You sound like you have gone through some of the same things I have gone through. My husband is a lot like yours, except this is our first marriage, been together 12 years and married almost 10. We have 3 kids and 2 have autism. My husband also can be very angry and say hurtful things in the heat of anger. I also have a ring issue with my husband. He's never worn his ring really and now I have no clue where it is, but he says it's somewhere in the house and he wants me to look for it. My gut says he flushed it down the toilet or threw it outside or something. 

My husband also has waning sex drive and did before our seperation last year too.

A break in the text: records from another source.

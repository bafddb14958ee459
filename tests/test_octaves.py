"""Sub-harmonic check of one-line drafts (takescribe.transcription.octaves, issue #20).

Outside references: the harmonic series (partial k of a note at f0 lies at k·f0, i.e.
12·log2(k) semitones above it; acoustics textbooks, from memory) and mir_eval's onset
F-measure (50 ms window) on two held-out takes of the world corpus (fixtures/world_heldout,
copied from fixtures/build_world.py's held-out split; never used for tuning).
"""

from __future__ import annotations

import json
import warnings
from pathlib import Path

import numpy as np
import pytest

from takescribe.audio.load import load_audio
from takescribe.evaluation.metrics import evaluate_notes
from takescribe.export.noteio import read_maps
from takescribe.features.spectrogram import ANALYSIS_SR, compute_spectrogram
from takescribe.notes import Note
from takescribe.transcription.blind import transcribe
from takescribe.transcription.octaves import correct_subharmonics, subharmonic_scores

WORLD_HELDOUT = Path(__file__).resolve().parent.parent / "fixtures" / "world_heldout"


def _tone(pitch: int, partials: dict[int, float], seconds: float = 1.0) -> np.ndarray:
    """A steady harmonic tone: amplitude of partial k (harmonic series) from ``partials``."""
    t = np.arange(int(seconds * ANALYSIS_SR)) / ANALYSIS_SR
    f0 = 440.0 * 2 ** ((pitch - 69) / 12)
    return sum(a * np.sin(2 * np.pi * k * f0 * t) for k, a in partials.items()).astype(np.float32) * 0.1


@pytest.mark.parametrize("divisor", [2, 3])
def test_weak_fundamental_note_moves_down_to_its_fundamental(divisor):
    # a note at q = 45 with its fundamental almost gone: its 2nd (or 3rd) partial dominates,
    # and its other partials lie where no partial of q + 12*log2(divisor) lies
    q = 45
    partials = {1: 0.02, 2: 1.0, 3: 1.0, 4: 0.6, 5: 0.6, 6: 0.4, 7: 0.3, 8: 0.2}
    spec = compute_spectrogram(_tone(q, partials), ANALYSIS_SR)
    p = q + int(round(12 * np.log2(divisor)))
    draft = [Note(0.1, 0.9, p, 80)]
    moved = correct_subharmonics(draft, spec.V, spec.frequencies, spec.frame_times, lowest=34, ratio=0.2,
                                 contrast=3.0)
    assert moved[0].pitch == q


def test_plain_harmonic_note_stays():
    # a note with its own full harmonic series: nothing sounds on a lower note's other partials
    p = 60
    spec = compute_spectrogram(_tone(p, {k: 1.0 / k for k in range(1, 9)}), ANALYSIS_SR)
    scores = subharmonic_scores(np.median(spec.V, axis=1), p,
                                69 + 12 * np.log2(spec.frequencies / 440.0), lowest=34)
    assert max(scores.values()) < 0.2
    draft = [Note(0.1, 0.9, p, 80)]
    assert correct_subharmonics(draft, spec.V, spec.frequencies, spec.frame_times, lowest=34, ratio=0.2,
                                contrast=3.0) == draft


def test_below_the_instrument_is_no_candidate():
    q, p = 45, 57
    spec = compute_spectrogram(_tone(q, {1: 0.02, 2: 1.0, 3: 1.0, 4: 0.6, 5: 0.6}), ANALYSIS_SR)
    draft = [Note(0.1, 0.9, p, 80)]
    assert correct_subharmonics(draft, spec.V, spec.frequencies, spec.frame_times, lowest=50, ratio=0.2,
                                contrast=3.0)[0].pitch >= 50


# measured on these held-out takes (onset F, mir_eval 50 ms): bassoon 0.674 (0.372 without the check), oboe
# 0.769 (0.410 without); floors about 0.05 below
FLOORS = {"line_bwv124_6_bass_t0": 0.62, "line_bwv122_6_soprano_t1": 0.72}


@pytest.mark.parametrize("take_id", sorted(FLOORS))
def test_double_reed_held_out_takes_keep_their_octave(take_id):
    take = json.loads((WORLD_HELDOUT / f"{take_id}.take.json").read_text())
    y, sr = load_audio(WORLD_HELDOUT / take["files"]["audio"])
    truth = read_maps(WORLD_HELDOUT / take["files"]["played"])
    with warnings.catch_warnings():
        warnings.simplefilter("ignore")
        notes = transcribe(y, sr, instrument=take["program"]).notes
    scores = evaluate_notes(truth, notes)  # mir_eval conventions
    assert scores["onset.f_measure"] >= FLOORS[take_id]
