"""The warning tree of :mod:`takescribe.errors` (issue #14): one root for every warning the package gives.

Two checks over the whole package, so that a new stage cannot slip out of the tree:

- every warning class any takescribe module defines or exposes is a
  :class:`~takescribe.errors.TakescribeWarning` (modules found with :mod:`pkgutil`);
- every ``warnings.warn`` call in ``src/takescribe`` names a category from that tree (read
  with :mod:`ast`, so a call split over lines or with a keyword ``category`` is still seen).
"""

from __future__ import annotations

import ast
import importlib
import pkgutil
import warnings
from pathlib import Path

import pytest

import takescribe
from takescribe import errors
from takescribe.errors import TakescribeWarning

SRC = Path(takescribe.__file__).resolve().parent


def _modules():
    names = [info.name for info in pkgutil.walk_packages(takescribe.__path__, prefix="takescribe.")]
    assert len(names) > 50, names  # the walk found the stages, not just the top package
    return [importlib.import_module(name) for name in names]


def _warning_classes():
    """(where, class) for every Warning class a takescribe module defines or names."""
    found = []
    for module in [takescribe, *_modules()]:
        for attr, value in vars(module).items():
            if (isinstance(value, type) and issubclass(value, Warning)
                    and value.__module__.startswith("takescribe")):
                found.append((f"{module.__name__}.{attr}", value))
    return found


def test_every_warning_class_is_in_the_tree():
    found = _warning_classes()
    assert len({cls for _, cls in found}) >= 8  # the root and the seven stage classes at least
    outside = [where for where, cls in found if not issubclass(cls, TakescribeWarning)]
    assert outside == []


def test_old_warning_names_are_the_tree_classes():
    # the names of 0.1 still import, and are the tree's classes (not look-alikes)
    from takescribe.alignment.align import AlignmentWarning
    from takescribe.audio.load import TakescribeWarning as AudioModuleWarning
    from takescribe.notation.notate import NotationWarning
    from takescribe.reference.part import ScoreWarning
    assert AlignmentWarning is errors.AlignmentWarning
    assert ScoreWarning is errors.ScoreWarning
    assert NotationWarning is errors.NotationWarning
    assert AudioModuleWarning is errors.TakescribeWarning


def test_one_filter_silences_every_stage():
    # errors.py's promise: ignoring the root ignores each stage's warnings
    with warnings.catch_warnings(record=True) as caught:
        warnings.simplefilter("always")
        warnings.filterwarnings("ignore", category=TakescribeWarning)
        for name in errors.__all__:
            cls = getattr(errors, name)
            if isinstance(cls, type) and issubclass(cls, Warning):
                warnings.warn("probe", cls)
    assert caught == []


def _warn_calls(tree: ast.AST):
    for node in ast.walk(tree):
        if not isinstance(node, ast.Call):
            continue
        func = node.func
        if (isinstance(func, ast.Attribute) and func.attr == "warn"
                and isinstance(func.value, ast.Name) and func.value.id == "warnings"):
            yield node
        elif isinstance(func, ast.Name) and func.id == "warn":  # `from warnings import warn`
            yield node


def _category(call: ast.Call):
    for keyword in call.keywords:
        if keyword.arg == "category":
            return keyword.value
    return call.args[1] if len(call.args) > 1 else None


def test_every_warn_call_names_a_tree_category():
    problems, n_calls = [], 0
    for path in sorted(SRC.rglob("*.py")):
        rel = path.relative_to(SRC.parent).with_suffix("")
        module = importlib.import_module(".".join(rel.parts).removesuffix(".__init__"))
        for call in _warn_calls(ast.parse(path.read_text(encoding="utf-8"))):
            n_calls += 1
            where = f"{path.relative_to(SRC.parent)}:{call.lineno}"
            category = _category(call)
            if not isinstance(category, ast.Name):
                problems.append(f"{where}: no category (a bare UserWarning)")
                continue
            cls = getattr(module, category.id, None)
            if not (isinstance(cls, type) and issubclass(cls, TakescribeWarning)):
                problems.append(f"{where}: category {category.id} is not a TakescribeWarning")
    assert n_calls >= 15  # the scan reached the stages' calls
    assert problems == []


@pytest.mark.parametrize("source, expected", [
    ("import warnings\nwarnings.warn('x')\n", [None]),
    ("import warnings\nwarnings.warn('x', AudioWarning)\n", ["AudioWarning"]),
    ("from warnings import warn\nwarn('x',\n     category=ScoreWarning, stacklevel=2)\n", ["ScoreWarning"]),
])
def test_the_scan_sees_every_form_of_call(source, expected):
    # the scanner itself, on the three ways a call can be written
    calls = list(_warn_calls(ast.parse(source)))
    assert [getattr(_category(c), "id", None) for c in calls] == expected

During seperation he did cheat. So I have to deal with also being afraid he will get bored or frustrated and leave.
_Posted via Mobile Device_


----------



## lamaga (May 8, 2012)

OK, if you're here for advice, I'm going to be honest with you. Your main problem is not wondering whether your husband maybe is having an affair. Your main problem is why your husband is being angry and emotionally abusive with you, and why you two have reached the point of barely speaking. That's what you need to address, because that's a big relationship-killer. If you find that that behavior stems from an affair, then you can start worrying about an affair, but for right now, you've got much bigger problems to worry about.


----------



## Jellybeans (Mar 8, 2011)

Why did you marry him if it was bad from day 1?

Did he cheat on his ex-wife with you?


----------



## blueskies30 (Jan 27, 2010)

My Husbsnd also confessed that he was angry with me and that's why we had a waning sex life before our seperation. Now my husbands sex drive is effected by stress. I agree that you need to find out why he's so angry all the time.

Also I was also wondering if he cheated on his x wife with you too?
_Posted via Mobile Device_


----------



## blueskies30 (Jan 27, 2010)

If you guys can't get along than maybe an agreed seperation is what you need. I wish I had sked my husband for a seperation in the first place before our forces seperation. We were able to communicate much better away from each other for a while than together. I also was so angry at him that I wanted a break from him and his parents.
_Posted via Mobile Device_


----------